*** Listed entries

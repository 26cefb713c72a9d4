package methodfile

import (
	"bytes"
	"fmt"

	toml "github.com/pelletier/go-toml/v2"

	"github.com/rampwise/rampwise/model"
	"github.com/rampwise/rampwise/model/fsafe"
)

func ptr[T any](x T) *T { return &x }

// Marshal renders the method as TOML. Defaults are written out, so a saved
// method says everything it means; compounds derived from a retention index
// keep only the index (their parameters are derived again on load).
func Marshal(m *Method) ([]byte, error) {
	r := rawMethod{
		Column: &rawColumn{
			LengthM:     ptr(m.Column.LengthM),
			DiameterMM:  ptr(m.Column.DiameterMM),
			FilmUM:      ptr(m.Column.FilmUM),
			MaxTempC:    ptr(m.Column.MaxTempC),
			Diffusivity: ptr(m.Column.Diffusivity),
			PlateHeight: ptr(m.Column.PlateHeight),
		},
		Carrier: &rawCarrier{
			Gas:         ptr(m.Carrier.Gas.String()),
			Mode:        ptr(m.Carrier.Mode.String()),
			Outlet:      ptr(m.Carrier.Outlet.String()),
			AmbientKPa:  ptr(m.Carrier.AmbientKPa),
			InitialBand: ptr(m.Carrier.InitialBand),
		},
		Oven: &rawOven{InitialC: ptr(m.Oven.InitialC), InitialHoldMin: ptr(m.Oven.InitialHoldMin)},
		Limits: &rawLimits{
			OvenMinC:         ptr(m.Limits.OvenMinC),
			MaxRateCMin:      ptr(m.Limits.MaxRateCMin),
			MaxHoldMin:       ptr(m.Limits.MaxHoldMin),
			AmbientC:         ptr(m.Limits.AmbientC),
			CooldownTauMin:   ptr(m.Limits.CooldownTauMin),
			EquilibrationMin: ptr(m.Limits.EquilibrationMin),
			MaxInletKPa:      ptr(m.Limits.MaxInletKPa),
		},
		Goal: &rawGoal{
			MinResolution: ptr(m.Goal.MinResolution),
			Objective:     ptr(m.Goal.Objective.String()),
			Ramps:         ptr(int64(m.Goal.Ramps)),
			TailMin:       ptr(m.Goal.TailMin),
			Lock:          lockNames(m.Goal.Lock),
		},
	}
	if m.Title != "" {
		r.Title = ptr(m.Title)
	}
	if m.Notes != "" {
		r.Notes = ptr(m.Notes)
	}
	if m.Column.Phase != "" {
		r.Column.Phase = ptr(m.Column.Phase)
	}
	if m.Column.HasCapacity {
		r.Column.CapacityNG = ptr(m.Column.CapacityNG)
	}
	if m.Column.Kind != model.WallCoated {
		r.Column.Kind = ptr(m.Column.Kind.String())
	}
	if m.Column.HasMaxIsothermal {
		r.Column.MaxIsoC = ptr(m.Column.MaxIsothermalC)
	}
	if m.Column.HasParticle {
		r.Column.ParticleUM = ptr(m.Column.ParticleUM)
	}
	if m.Column.HasPorosity || m.Column.Kind == model.Packed {
		r.Column.Porosity = ptr(m.Column.Porosity)
	}
	if m.Column.HasPhaseRatio {
		r.Column.PhaseRatio = ptr(m.Column.PhaseRatio)
	}
	if m.Column.Kind == model.Packed {
		r.Column.EddyLambda = ptr(m.Column.EddyLambda)
		r.Column.ObstrGamma = ptr(m.Column.ObstructionGamma)
		r.Column.MobileOmega = ptr(m.Column.MobileOmega)
	}
	marshalLimits(m, r.Limits)
	marshalGoal(m, r.Goal)
	if m.Carrier.FlowMLMin > 0 {
		r.Carrier.FlowMLMin = ptr(m.Carrier.FlowMLMin)
	}
	if m.Carrier.InletKPa > 0 {
		r.Carrier.InletKPa = ptr(m.Carrier.InletKPa)
	}
	for _, rp := range m.Oven.Ramps {
		r.Oven.Ramp = append(r.Oven.Ramp, rawRamp{RateCMin: ptr(rp.RateCMin), FinalC: ptr(rp.FinalC), HoldMin: ptr(rp.HoldMin)})
	}
	if m.Injection.Present {
		in := &rawInjection{VolumeUL: ptr(m.Injection.VolumeUL), SplitRatio: ptr(m.Injection.SplitRatio)}
		if m.Injection.HasInletTemp {
			in.InletTempC = ptr(m.Injection.InletTempC)
		}
		if m.Injection.HasDetector {
			in.DetectorTempC = ptr(m.Injection.DetectorTempC)
		}
		r.Injection = in
	}
	for _, c := range m.Compounds {
		rc := rawCompound{Name: ptr(c.Name), Target: ptr(c.Target)}
		if c.Formula != "" {
			rc.Formula = ptr(c.Formula)
		}
		if c.AromaticRings != 0 {
			rc.AromaticRings = ptr(int64(c.AromaticRings))
		}
		if !c.FromIndex && !c.FromFormula {
			rc.DHkJ = ptr(c.DHkJ)
			rc.DS = ptr(c.DS)
			if c.DCp != 0 {
				rc.DCp = ptr(c.DCp)
			}
			if c.RefTempC != 100 {
				rc.RefTempC = ptr(c.RefTempC)
			}
		}
		if c.Amount != 1 {
			rc.Amount = ptr(c.Amount)
		}
		if c.HasConc {
			rc.Concentration = ptr(c.Concentration)
		}
		if c.AlkaneCarbons != 0 {
			rc.AlkaneCarbons = ptr(int64(c.AlkaneCarbons))
		}
		if c.RetentionIndex != 0 {
			rc.RetentionIndex = ptr(c.RetentionIndex)
		}
		if c.HasIndexTemp {
			rc.IndexTempC = ptr(c.IndexTempC)
		}
		if c.HasSE {
			rc.DHSE = ptr(c.DHSE)
			rc.DSSE = ptr(c.DSSE)
			rc.DHDSCorr = ptr(c.DHDSCorr)
		}
		r.Compound = append(r.Compound, rc)
	}
	var buf bytes.Buffer
	buf.WriteString("# rampwise method file\n")
	enc := toml.NewEncoder(&buf)
	enc.SetIndentTables(false)
	if err := enc.Encode(r); err != nil {
		return nil, err
	}
	return buf.Bytes(), nil
}

// marshalLimits writes the second-wave [limits] keys that are set or differ
// from their defaults.
func marshalLimits(m *Method, r *rawLimits) {
	l := m.Limits
	if l.HasCoolant {
		r.CoolantC = ptr(l.CoolantC)
	}
	if l.MinInletKPa != 0 {
		r.MinInletKPa = ptr(l.MinInletKPa)
	}
	if l.MinFlowMLMin > 0 {
		r.MinFlowMLMin = ptr(l.MinFlowMLMin)
	}
	if l.MaxFlowMLMin > 0 {
		r.MaxFlowMLMin = ptr(l.MaxFlowMLMin)
	}
	opt := func(x, def float64) *float64 {
		if x == def || x == 0 {
			return nil
		}
		return ptr(x)
	}
	r.TempStepC = opt(l.TempStepC, DefaultTempStepC)
	r.RateStepCMin = opt(l.RateStepCMin, DefaultRateStepCMin)
	r.HoldStepMin = opt(l.HoldStepMin, DefaultHoldStepMin)
	r.FlowStepMLMin = opt(l.FlowStepMLMin, DefaultFlowStepMLMin)
	r.PressureStepKPa = opt(l.PressureStepKPa, DefaultPressureStepKPa)
	for _, b := range l.RateBands {
		r.RateBand = append(r.RateBand, rawRateBand{AboveC: ptr(b.AboveC), MaxRateCMin: ptr(b.MaxRateCMin)})
	}
}

// marshalGoal writes the second-wave [goal] keys and [goal.robust] when set.
func marshalGoal(m *Method, r *rawGoal) {
	g := m.Goal
	if g.MinFirstK != DefaultMinFirstK {
		r.MinFirstK = ptr(g.MinFirstK)
	}
	if g.HasBakeout {
		r.BakeoutC = ptr(g.BakeoutC)
		r.BakeoutMin = ptr(g.BakeoutMin)
	}
	rb := g.Robust
	opt := func(x, def float64) *float64 {
		if x == def {
			return nil
		}
		return ptr(x)
	}
	raw := rawRobust{
		OvenOffsetC:     opt(rb.OvenOffsetC, 0),
		FlowPct:         opt(rb.FlowPct, 0),
		EfficiencyPct:   opt(rb.EfficiencyPct, 0),
		RetentionSigma:  opt(rb.RetentionSigma, 0),
		PriorDHkJ:       opt(rb.PriorDHkJ, DefaultPriorDHkJ),
		PriorDS:         opt(rb.PriorDS, DefaultPriorDS),
		RetentionTimeSD: opt(rb.RetentionTimeSDMin, DefaultRetentionTimeSDMin),
	}
	if raw != (rawRobust{}) {
		r.Robust = &raw
	}
}

// WriteFile saves the method at path. When path already holds a valid
// method, the save changes only what differs, in place in its text
// (comments, layout and quoting kept; see Update); otherwise the method is
// written fresh. The write itself is fsafe.WriteFile: atomic, through
// symlinks, owner and mode kept.
func WriteFile(path string, m *Method) error {
	_, err := Save(path, nil, m)
	return err
}

// Save writes m at path over base: the text m was derived from (an input
// file for optimize --out, the loaded text for the UI). A nil base means the
// current content of path, if it is a regular file. It reports whether the
// base's text was kept (false: written fresh, comments not kept).
func Save(path string, base []byte, m *Method) (kept bool, err error) {
	_, kept, err = SaveText(path, base, m)
	return kept, err
}

// SaveText is Save that also returns the text written (nil when nothing
// was): the base of the next save of the same method (the UI's save as
// keeps the text it loaded or last wrote).
func SaveText(path string, base []byte, m *Method) (written []byte, kept bool, err error) {
	if base == nil {
		if cur, err := fsafe.ReadRegular(path, MaxFileSize); err == nil {
			base = cur
		}
	}
	data, kept, err := Update(path, base, m)
	if err != nil {
		return nil, false, fmt.Errorf("%s: %v", path, err)
	}
	// Check what we write reads back before it replaces anything (Update
	// has already checked a text it kept).
	if !kept {
		if _, err := Parse(path, data); err != nil {
			return nil, false, fmt.Errorf("refusing to save an invalid method: %v", err)
		}
	}
	if err := WriteAtomic(path, data); err != nil {
		return nil, kept, err
	}
	return data, kept, nil
}

// WriteAtomic writes data to path without ever leaving a half-written
// file: see fsafe.WriteFile (atomic replace of a regular file, write-through
// of a symlink's target, a device or a hard-linked file; owner, group and
// mode kept). A failure leaves any existing file at path untouched.
func WriteAtomic(path string, data []byte) error {
	return fsafe.WriteFile(path, data)
}

// FlowLockName is the goal.lock name that keeps the carrier flow (or, at
// constant pressure, the inlet pressure) as the method has it.
const FlowLockName = "flow"

func lockNames(vs []model.ProgramValue) []string {
	out := make([]string, len(vs))
	for i, v := range vs {
		out[i] = v.String()
		if v.Kind == model.CarrierFlow || v.Kind == model.InletPressure {
			out[i] = FlowLockName
		}
	}
	return out
}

******

**To do**
What lines in the data include the string "github"? Copy each one.

**Written solution**
	toml "github.com/pelletier/go-toml/v2"
	"github.com/rampwise/rampwise/model"
	"github.com/rampwise/rampwise/model/fsafe"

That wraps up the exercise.